Key Responsibilities:
- Data Lakehouse Engineering & Architecture
- Design, build, and maintain enterprise-grade, custom data pipelines utilizing Databricks (PySpark, Spark SQL, and Scala) on AWS infrastructure.
- Implement and manage a multi-layered Lakehouse architecture (Bronze, Silver, and Gold zones) to curate unstructured contract text, semi-structured logs, and highly structured transactional tables.
- Architect robust end-to-end data ingestion frameworks supporting high-throughput batch and near real-time data flows from on-premises systems and third-party legal platforms.
- Cloud Infrastructure & Platform Optimization
- Utilize the broad suite of AWS services (including but not limited to S3, Lambda, Glue, EMR, Athena, EC2, and CloudWatch) to support and optimize distributed storage and compute infrastructure.

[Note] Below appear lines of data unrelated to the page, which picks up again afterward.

/**
 * Find where a JSON path sits in the editor's text, so that a validation
 * message can be shown at the field it is about. A small strict JSON reader
 * (RFC 8259) records the text span of every key and value; a syntax error is
 * reported with its offset, line and column the same way in every browser.
 *
 * @module
 */

/** A text span: `start` inclusive, `end` exclusive; line and column are 1-based. */
export interface TextSpan {
  start: number;
  end: number;
  line: number;
  column: number;
}

/** Where one path's value (and its key, inside an object) sits. */
export interface PathSpan {
  value: TextSpan;
  key?: TextSpan;
}

/** The outcome of reading JSON text with positions. */
export type LocatedJson =
  | { ok: true; value: unknown; spans: Map<string, PathSpan> }
  | { ok: false; message: string; span: TextSpan };

/** The path as text, `gates[2].thickness_mm` (`$` for the root), as in the API's issues. */
export function pathKey(path: readonly (string | number)[]): string {
  if (path.length === 0) return "$";
  let text = "";
  for (const part of path) {
    if (typeof part === "number") text += `[${part}]`;
    else text += text === "" ? part : `.${part}`;
  }
  return text;
}

/** Line and column (1-based) of an offset. */
export function lineColumn(text: string, offset: number): { line: number; column: number } {
  return lineLocator(text)(offset);
}

/**
 * Line and column (1-based) of offsets in `text`: the line starts are found once, then
 * each offset is a binary search (a span per value would otherwise rescan the text).
 */
function lineLocator(text: string): (offset: number) => { line: number; column: number } {
  const starts = [0];
  for (let i = 0; i < text.length; i++) if (text.charCodeAt(i) === 10) starts.push(i + 1);
  return (offset) => {
    const end = Math.min(offset, text.length);
    let lo = 0;
    let hi = starts.length - 1;
    while (lo < hi) {
      const mid = (lo + hi + 1) >> 1;
      if (starts[mid] <= end) lo = mid;
      else hi = mid - 1;
    }
    return { line: lo + 1, column: end - starts[lo] + 1 };
  };
}

class JsonSyntaxError extends Error {
  constructor(message: string, readonly offset: number) {
    super(message);
  }
}

/** Read JSON text, recording the span of every value and key by path. */
export function locateJson(text: string): LocatedJson {
  const spans = new Map<string, PathSpan>();
  let i = 0;
  const locate = lineLocator(text);
  const span = (start: number, end: number): TextSpan => ({ start, end, ...locate(start) });
  const fail = (message: string, at = i): never => {
    throw new JsonSyntaxError(message, at);
  };
  const describe = (at: number) => at >= text.length ? "the end of the text" : `“${text[at]}”`;
  const skip = () => {
    while (i < text.length) {
      const c = text.charCodeAt(i);
      if (c === 32 || c === 9 || c === 10 || c === 13) i++;
      else break;
    }
  };
  const readString = (): string => {
    const start = i;
    i++; // opening quote
    let out = "";
    while (true) {
      if (i >= text.length) fail('A string is not closed: a quote “"” is missing', start);
      const c = text[i];
      if (c === '"') {
        i++;
        return out;
      }
      if (c === "\\") {
        const e = text[i + 1];
        const simple: Record<string, string> = {
          '"': '"',
          "\\": "\\",
          "/": "/",
          b: "\b",
          f: "\f",
          n: "\n",
          r: "\r",
          t: "\t",
        };
        if (e !== undefined && e in simple) {
          out += simple[e];
          i += 2;
        } else if (e === "u" && /^[0-9a-fA-F]{4}$/.test(text.slice(i + 2, i + 6))) {
          out += String.fromCharCode(parseInt(text.slice(i + 2, i + 6), 16));
          i += 6;
        } else fail("Unknown escape in a string", i);
        continue;
      }
      if (text.charCodeAt(i) < 32) fail("A line break or control character inside a string", i);
      out += c;
      i++;
    }
  };
  const readValue = (path: (string | number)[], key?: TextSpan): unknown => {
    skip();
    const start = i;
    let value: unknown;
    const c = text[i];
    if (c === "{") {
      i++;
      const obj: Record<string, unknown> = {};
      skip();
      if (text[i] === "}") i++;
      else {
        while (true) {
          skip();
          if (text[i] !== '"') {
            fail(`Expected a quoted field name, found ${describe(i)}`);
          }
          const keyStart = i;
          const name = readString();
          const keySpan = span(keyStart, i);
          skip();
          if (text[i] !== ":") fail(`Expected “:” after "${name}", found ${describe(i)}`);
          i++;
          obj[name] = readValue([...path, name], keySpan);
          skip();
          if (text[i] === ",") {
            i++;
            continue;
          }
          if (text[i] === "}") {
            i++;
            break;
          }
          fail(`Expected “,” or “}” after the value of "${name}", found ${describe(i)}`);
        }
      }
      value = obj;
    } else if (c === "[") {
      i++;
      const arr: unknown[] = [];
      skip();
      if (text[i] === "]") i++;
      else {
        while (true) {
          arr.push(readValue([...path, arr.length]));
          skip();
          if (text[i] === ",") {
            i++;
            continue;
          }
          if (text[i] === "]") {
            i++;
            break;
          }
          fail(`Expected “,” or “]” in a list, found ${describe(i)}`);
        }
      }
      value = arr;
    } else if (c === '"') {
      value = readString();
    } else {
      const m = /^-?(0|[1-9]\d*)(\.\d+)?([eE][+-]?\d+)?/.exec(text.slice(i, i + 64));
      if (m && m[0].length > 0 && text[i] !== undefined && /[-0-9]/.test(text[i])) {
        value = Number(m[0]);
        i += m[0].length;
      } else if (text.startsWith("true", i)) {
        value = true;
        i += 4;
      } else if (text.startsWith("false", i)) {
        value = false;
        i += 5;
      } else if (text.startsWith("null", i)) {
        value = null;
        i += 4;
      } else {
        fail(`Expected a value, found ${describe(i)}`);
      }
    }
    spans.set(pathKey(path), { value: span(start, i), ...(key ? { key } : {}) });
    return value;
  };
  try {
    const value = readValue([]);
    skip();
    if (i < text.length) fail(`Unexpected ${describe(i)} after the end of the JSON value`);
    return { ok: true, value, spans };
  } catch (error) {
    if (error instanceof JsonSyntaxError) {
      const at = Math.min(error.offset, text.length);
      return { ok: false, message: error.message, span: span(at, Math.min(at + 1, text.length)) };
    }
    throw error;
  }
}

/**
 * The span an issue at `path` should point at: the field's key and value if
 * it exists, else the nearest enclosing value that does (a missing field is
 * reported at its parent object).
 */
export function spanForPath(
  spans: Map<string, PathSpan>,
  path: readonly (string | number)[],
): TextSpan {
  for (let n = path.length; n >= 0; n--) {
    const found = spans.get(pathKey(path.slice(0, n)));
    if (found) {
      if (found.key) {
        return { ...found.key, end: found.value.end };
      }
      return found.value;
    }
  }
  return { start: 0, end: 0, line: 1, column: 1 };
}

- Conduct advanced performance tuning on large-scale Apache Spark workloads optimizing partitioning, indexing, caching strategies, and Databricks cluster utilization to manage cloud run costs efficiently.
- Automate deployment configurations, orchestrate multi-dependency workflows (via Databricks Jobs/Workflows, Airflow, or Autosys), and build containerized solutions using Docker.
- Data Governance, Security & Compliance
- Enforce strict, fine-grained access controls, row/column-level security, and data classification strategies using Databricks Unity Catalog integrated with AWS IAM and enterprise identity providers.
- Ensure all data pipelines and lakehouse layers remain strictly compliant with global data privacy regulations (e.g., GDPR) and rigid internal financial audit standards.
- Implement end-to-end data lineage tracking, validation frameworks, and automated reconciliation routines to preserve absolute data integrity for legal and regulatory reporting.
- Downstream Integration & Innovation
- Collaborate with business analysts and legal operations to expose curated datasets via secure APIs and optimized connectors.
- Enable seamless consumption of financial and legal analytics through integration with visualization tools like Power BI or automation platforms (Power Apps / Power Automate).
- Support data readiness for advanced AI/ML models, contract intelligence tools, and eDiscovery search workflows.
Required Skills & Qualifications
Core Technical Skills:
- Databricks & Spark: 3+ years of deep, hands-on experience building, scheduling, and debugging data pipelines on Databricks utilizing PySpark, Scala, or Spark SQL.
- AWS Cloud Suite: Extensive knowledge of AWS core services, with deep familiarity across object storage (S3), serverless compute (Lambda), data cataloging/ETL (Glue), access management (IAM), and encryption (KMS).
- Data Modeling: Strong proficiency in relational database design, data warehousing structures, schema evolution, and performance tuning techniques (e.g., Delta Lake formats, Apache Iceberg).
- Programming & Scripting: Strong coding skills in Python and advanced SQL are mandatory.
- CI/CD & Devops: Proven familiarity with version control (Git) and standard automated deployment workflows.
Domain & Professional Value-Adds:
- Regulated Industries: Experience in Financial Services, Asset Management, or handling highly sensitive, audit-driven data environments is highly preferred.
- Legal Data Concepts: Familiarity with legal data constructs such as contract clauses, corporate matter management, or metadata extraction is a significant advantage.
- Ownership Mindset: Excellent communication skills, with a track record of collaborating across global, distributed engineering and business architecture teams.